Бизчугумб бросился на безумного бас-гитариста, хотел скрутить ему руки, но был отброшен ударом ноги под бюст В.И. Ленина. Вождь мирового пролетариата покачнулся и упал со своего постамента. Голова его треснула надвое.
— Браво! — истошно заорал Елфимов и хрипло запел во всю луженую глотку: — Ши лавс ю, йе-е-е! Ши лавс ю, йе-е-е!
Фет тем временем пробил грифом гитары обшивку акустической колонки, методично проколол первый динамик, потом — второй и третий.
Для советских подмостков такой прием был внове, но в Англии практиковался уже несколько лет. В Новом Свете же вообще поджигали гитары и даже испражнялись на них прилюдно малой нуждой.
— Прекратить бардак! — вдруг властно приказал знакомый голос.
Фет отвлекся от поверженной акустики, и гриф его гитары уперся в сцену.
— Нет подпольным абортам! — проскандировал отец, сложив ладони рупором. — Тебе что, очко порвали?
— Почти, — признался его сын, тяжело дыша.
К удивлению, сверхпрочная советская аппаратура не была полностью изничтожена, Ободзинский каким-то чудом прорывался сквозь разорванный динамик, только теперь его голос напоминал писк комара:
— Герл, герл! О-о!
— Публичный дом закрывается на санобработку! — и адский Николай смачно шлепнул по заднице рубенсовской блондинки. — Сифилис и гонорею — под надежный контроль Минздрава!
— Идиот! — завизжала блондинка и, одергивая юбку, поспешила к выходу.
За ней, роняя семечки, поплелась ее подруга.

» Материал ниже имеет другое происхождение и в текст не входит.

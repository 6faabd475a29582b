import { randomUUID } from 'node:crypto';
import sharp from 'sharp';
import { afterAll, beforeAll, describe, expect, it } from 'vitest';
import { orderDetailSchema } from '../../shared/schemas/order.schema';
import { deliveryProofSchema } from '../../shared/schemas/run.schema';
import { contractorWithEstimate, merchantWithCatalogue, orderBody, type TestMerchant, loadRunOf } from '../setup/order-scenario';
import { signIn } from '../setup/scenario';
import { createTestApp, type TestApp } from '../setup/test-app';

/**
 * The record exactly as the phone's outbox sends it: multipart with every field as one JSON text
 * field named `data`, the signature PNG and the photos, and the Idempotency-Key made on the phone,
 * sent again when the first answer never reached the phone.
 */
let t: TestApp;
beforeAll(async () => {
  t = await createTestApp({ LOGIN_RATE_LIMIT: '1000' });
});
afterAll(async () => t.close());

async function droppedToday(m: TestMerchant) {
  const yard = await signIn(t.app, m.dispatcherEmail);
  const l = await yard.post(`/api/branches/${m.branchId}/lorries`, { registration: 'RL-PH01', name: 'Crane rigid', payload_kg: 26000, pallet_slots: 26, has_crane: true, crane_max_kg: 2000 });
  expect(l.status, JSON.stringify(l.body)).toBe(201);
  const s = await yard.post(`/api/branches/${m.branchId}/slots`, { lorry_id: l.body.id, date: t.config.calendar.today(), time_window: '00:00-23:59' });
  expect(s.status, JSON.stringify(s.body)).toBe(201);
  expect((await yard.patch(`/api/slots/${s.body.id}`, { driver_id: m.driverId })).status).toBe(200);
  const k = await contractorWithEstimate(t, m);
  const placed = orderDetailSchema.parse((await k.c.post('/api/orders', orderBody(k, m, { requested_date: t.config.calendar.today(), delivery_method: 'ground' }))).body);
  const desk = await signIn(t.app, m.salesEmail);
  expect((await desk.post(`/api/orders/${placed.id}/confirm`, { slot_id: s.body.id })).status).toBe(200);
  await loadRunOf(yard, placed.id);
  expect((await yard.post(`/api/orders/${placed.id}/dispatch`)).status).toBe(200);
  return { k, order: orderDetailSchema.parse((await desk.get(`/api/orders/${placed.id}`)).body) };
}

describe("the phone's delivery record", () => {
  it('is read from the `data` field beside the files, and a retry with the same key records it once', async () => {
    const m = await merchantWithCatalogue(t);
    const { k, order } = await droppedToday(m);
    const driver = await signIn(t.app, m.driverEmail);
    const token = await driver.csrf();
    const line = order.lines.find((l) => l.reserved_quantity > 1)!;
    const data = {
      receiver_name: 'Ffion Castell',
      note: 'Left by the cabin',
      delivered_at: '2026-12-05T09:41:00.000Z',
      position: { lat: 52.5, lng: -1.9, accuracy_m: 15 },
      lines: [{ line_id: line.id, handed_over: line.reserved_quantity - 1, short: 1, damaged: 0 }],
    };
    const signature = await sharp({ create: { width: 300, height: 120, channels: 3, background: '#ffffff' } })
      .png()
      .toBuffer();
    const photo = await sharp({ create: { width: 640, height: 480, channels: 3, background: '#7a8c99' } })
      .jpeg()
      .toBuffer();
    const key = randomUUID();
    const send = () =>
      driver.agent
        .post(`/api/orders/${order.id}/delivery`)
        .set('X-CSRF-Token', token)
        .set('Idempotency-Key', key)
        .field('data', JSON.stringify(data))
        .attach('signature', signature, { filename: 'signature.png', contentType: 'image/png' })
        .attach('photos', photo, { filename: 'photo-1.jpg', contentType: 'image/jpeg' });
    const first = await send();
    expect(first.status, JSON.stringify(first.body)).toBe(200);
    const again = await send();
    expect(again.status, JSON.stringify(again.body)).toBe(200);
    expect(again.body).toEqual(first.body);

    const proof = deliveryProofSchema.parse((await k.c.get(`/api/orders/${order.id}/delivery`)).body);
    expect(proof).toMatchObject({ receiver_name: 'Ffion Castell', note: 'Left by the cabin', delivered_at: '2026-12-05T09:41:00.000Z', position: { lat: 52.5, lng: -1.9, accuracy_m: 15 } });
    expect(proof.signature_url).not.toBeNull();
    expect(proof.photos).toHaveLength(1);
    expect(proof.lines.find((l) => l.line_id === line.id)).toMatchObject({ handed_over: line.reserved_quantity - 1, short: 1, damaged: 0 });
    // One proof, one signature, one photo: the retry stored nothing twice.
    const proofs = await t.db('delivery_proofs').where({ order_id: order.id });
    expect(proofs).toHaveLength(1);
    const files = await t.db('delivery_files').where({ proof_id: proofs[0].id }).select('kind');
    expect(files.map((f: { kind: string }) => f.kind).sort()).toEqual(['photo', 'signature']);
  });

  it('names the `data` field when it is not a JSON object, and records nothing', async () => {
    const m = await merchantWithCatalogue(t);
    const { order } = await droppedToday(m);
    const driver = await signIn(t.app, m.driverEmail);
    const res = await driver.agent
      .post(`/api/orders/${order.id}/delivery`)
      .set('X-CSRF-Token', await driver.csrf())
      .field('data', '{receiver_name: Ffion')
      .attach('photos', Buffer.from([0xff, 0xd8, 0xff]), { filename: 'a.jpg', contentType: 'image/jpeg' });
    expect(res.status).toBe(422);
    expect(res.body.error.details).toContainEqual(expect.objectContaining({ path: 'data' }));
    expect((await signIn(t.app, m.salesEmail).then((d) => d.get(`/api/orders/${order.id}`))).body.status).toBe('on_the_road');
  });
});
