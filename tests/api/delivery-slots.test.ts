import { afterAll, beforeAll, describe, expect, it } from 'vitest';
import { ROLES, kindOfRole } from '../../shared/domain/roles';
import { orderDetailSchema } from '../../shared/schemas/order.schema';
import { loadingSheetSchema, slotDaySchema } from '../../shared/schemas/slot.schema';
import { DEMO_CATALOGUES, installCatalogue } from '../../seeds/02-catalogue';
import { createTestApp, type TestApp } from '../setup/test-app';
import { GABLE_CSV as GABLE, inDays, signIn } from '../setup/scenario';
import { makeOrgWithUser, makeUser } from '../setup/factories';
import { loadRunOf } from '../setup/order-scenario';

let t: TestApp;
beforeAll(async () => {
  t = await createTestApp({ LOGIN_RATE_LIMIT: '1000' });
});
afterAll(async () => t.close());

const [TOLLERBECK] = DEMO_CATALOGUES;
const DAY = inDays(3);

// A full pallet of this tile: 180 tiles × 4.4 kg + a 25 kg timber pallet = 817 kg
// (the tile's own figures from the demo catalogue; 25 kg tare is common practice for a timber pallet).
const TILES_PER_PALLET = 180;
const FULL_PALLET_KG = Math.round((180 * 4.4 + 25) * 10) / 10; // 817 kg

const login = (email: string) => signIn(t.app, email);

async function merchant() {
  const owner = await makeOrgWithUser(t.db, 'merchant', 'merchant_owner');
  const installed = await installCatalogue(t.db, owner.organisationId, [{ id: owner.branchId!, priceFactor: 1, stockFactor: 1 }], TOLLERBECK);
  const sales = await makeUser(t.db, owner.organisationId, 'merchant_sales');
  const dispatcher = await makeUser(t.db, owner.organisationId, 'merchant_dispatcher');
  const driver = await makeUser(t.db, owner.organisationId, 'driver');
  const otherDriver = await makeUser(t.db, owner.organisationId, 'driver');
  const yard = await login(dispatcher.email);
  return {
    organisationId: owner.organisationId,
    branchId: owner.branchId!,
    ownerEmail: owner.email,
    salesEmail: sales.email,
    driverEmail: driver.email,
    driverId: driver.userId,
    otherDriverEmail: otherDriver.email,
    yard,
    product: (sku: string) => installed.productIds.get(sku)!,
    systemId: installed.systemIds[0].id,
  };
}
type Merchant = Awaited<ReturnType<typeof merchant>>;

async function lorryWithSlot(m: Merchant, lorry: Record<string, unknown>, date = DAY, window = '07:30-12:00') {
  const l = await m.yard.post(`/api/branches/${m.branchId}/lorries`, { name: 'Test rigid', ...lorry });
  expect(l.status, JSON.stringify(l.body)).toBe(201);
  const s = await m.yard.post(`/api/branches/${m.branchId}/slots`, { lorry_id: l.body.id, date, time_window: window });
  expect(s.status, JSON.stringify(s.body)).toBe(201);
  return { lorry: l.body, slot: s.body };
}

async function contractor(m: Merchant, access: Record<string, string> = {}) {
  const u = await makeOrgWithUser(t.db, 'contractor', 'contractor_estimator');
  const c = await login(u.email);
  const p = await c.post('/api/projects', {
    name: 'Ferncombe Mews',
    site_address: '1–4 Ferncombe Mews, Tollerbeck',
    contact_name: 'Lowri Haskett',
    contact_phone: '07700 900 301',
    crane_lift: 'allowed',
    overhead_lines: 'present',
    set_down_place: 'Verge by plot 1',
    access_notes: 'Gate opens 07:30',
    ...access,
  });
  const token = await c.csrf();
  await c.agent.post(`/api/projects/${p.body.id}/schedule`).set('X-CSRF-Token', token).set('Content-Type', 'text/csv').send(GABLE);
  const e = await c.post(`/api/projects/${p.body.id}/estimates`, { system_id: m.systemId });
  expect(e.status).toBe(201);
  return { ...u, c, estimate: e.body };
}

— «Долой хоккей, долой футбол! И прочая, и прочая! Предпочитаем спорт другой, шары в штанах ворочая!» — с чувством прочел отец и назвал автора: Маяковский. Из гражданской лирики. Вот какие стихи надо петь, сынок! А ты развел канитель с Лермонтовым, тьфу!
— Ты чего? Ты зачем моих телок? — нагло попер вперед Елфимов, но был остановлен кулаком с татуировкой, приставленным к его носу.
— Где ты был? — чуть не плача спросил у отца Фет. — Я нуждался в тебе!
— Работал над ан-га-же-ментом, — уклонился Николай от прямого ответа. — Есть дело, шпана! Ну-ка, ко мне! — и он поманил их пальцем.
Изо рта его пахло одеколоном «Гвоздика».
Все, кроме Фета, вынужденно сгрудились вокруг гостя, боясь, как бы он не выкинул что-нибудь более страшное.
— В кафешках вы работали или нет? Под ершика, сушки и килечку?
— Н-никогда! — пробормотал Рубашея.
— Значит, будете. Есть одно местечко, «Белый медведь». Днем мороженое, вечером — ершик.
— Клево! — вынужден был признать Елфимов.
— Значит, подписываем соглашение. Чирик за вечер. Пятерка моя, а остальные вы делите между собой.
— Не буду. Я не пойду, — выдохнул Фет.
— Сейчас, шпана! Это уже мое кровное. С сынком мы дело сами уладим!